Passing through Glandy Cross and Efailwen (the location of the first of the Rebecca Riots) the A478 crosses the county boundary back into Pembrokeshire, passing through Llandissilio to the railway station at Clunderwen. The A478 then crosses the A40 trunk road between Llanddewi Velfrey and Penblewin, to the west of St Clears, at the Penblewin roundabout and passes through Narberth town centre where it meets the B4314.

===Narberth to Tenby===
After Narberth, the road passes through Camp Hill and Templeton, then crosses the A4115 near Templeton Airfield. After passing the Folly Farm Adventure Park and Zoo and continuing through Begelly (Begeli) it crosses the A477 road on a roundabout. The B4316, a left turn, is to Saundersfoot railway station and an alternative way to Saundersfoot. Continuing on the A478 and passing through Pentlepoir, Wooden and Moreton at the roundabout at Twycross it reconnects with the other end of the B4316; the preferred route to Saundersfoot.
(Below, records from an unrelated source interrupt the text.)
"""`make bench`: time the committed pivoted double kernels against scipy's LAPACK getrf/getrs for the sizes the
users care about. Prints measurements only; speed is never asserted in tests."""
from __future__ import annotations

import sys
import time
from pathlib import Path

import numpy as np
import scipy.linalg

ROOT = Path(__file__).resolve().parent.parent
sys.path.insert(0, str(ROOT))

from derive.check.build import build_directory  # noqa: E402
from derive.lowering.counts import lu_flops  # noqa: E402
from derive.spec import load  # noqa: E402

SIZES = (4, 8, 16, 32, 64, 128, 256)


def best_of(fn, repeat: int) -> float:
    best = float("inf")
    for _ in range(5):
        t = time.perf_counter()
        for _ in range(repeat):
            fn()
        best = min(best, (time.perf_counter() - t) / repeat)
    return best


def table(lib, ffi, options, scalar: str, rng) -> None:
    ctype = "double" if scalar == "double" else "float"
    dtype = np.float64 if scalar == "double" else np.float32
    getrf = scipy.linalg.lapack.dgetrf if scalar == "double" else scipy.linalg.lapack.sgetrf
    print(f"{'n':>5}  " + "  ".join(f"{o.name:>24}" for o in options) + f"  {'scipy ' + scalar[0].replace('f', 's') + 'getrf':>20}")
    for n in SIZES:
        a0 = rng.standard_normal((n, n)).astype(dtype)
        order = "F" if options[0].layout == "column-major" else "C"
        work = a0.copy(order=order)
        ipiv = np.zeros(n, dtype=np.intc)
        pa, pp = ffi.cast(f"{ctype} *", work.ctypes.data), ffi.cast("int *", ipiv.ctypes.data)
        repeat = max(1, int(2e6 / max(lu_flops(n), 1)))
        row = []
        for o in options:
            f = getattr(lib, o.name)

            def call():
                work[...] = a0
                f(n, pa, n, pp)
            t = best_of(call, repeat)
            row.append(f"{t * 1e6:>10.2f} us {lu_flops(n) / t / 1e9:>6.2f} GF")
        ref_work = np.asfortranarray(a0)

        def ref():
            ref_work[...] = a0
            getrf(ref_work, overwrite_a=1)
        t = best_of(ref, repeat)
        print(f"{n:>5}  " + "  ".join(f"{r:>24}" for r in row)
              + f"  {t * 1e6:>11.2f} us {lu_flops(n) / t / 1e9:>5.2f}")


def main() -> int:
    every = [o for o in load(ROOT / "generated" / "kernels.toml") if o.pivoting == "partial"]
    mod = build_directory(ROOT / "generated", [o.name for o in every])
    rng = np.random.default_rng(1)
    print("factor time per call (microseconds, best of 5) and Gflop/s of the pivoted kernels in generated/;")
    print("scipy = LAPACK getrf through scipy; times include copying the input and the Python call")
    for scalar, layout in (("double", "column-major"), ("float", "row-major")):
        group = [o for o in every if o.scalar == scalar and o.layout == layout]
        print(f"\n{scalar}, {layout}")
        table(mod.lib, mod.ffi, group, scalar, rng)
    return 0


if __name__ == "__main__":
    sys.exit(main())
The A478 continues south through New Hedges following the coast. After its junction with the A4139 and Tenby High Street, the A478 runs to the side of North Beach and terminates at the harbour by the town wall.

==Traffic==
The majority of traffic on the A478 is local, agricultural and, in season, tourist traffic. In 2012, Pembrokeshire County Council said the A478 at New Hedges, near Tenby, carried an average of 9,900 vehicles a day. There were 10 deaths as a result of road accidents on the A478 between 1999 and 2010, compared with the county's total of 80 road deaths for that period.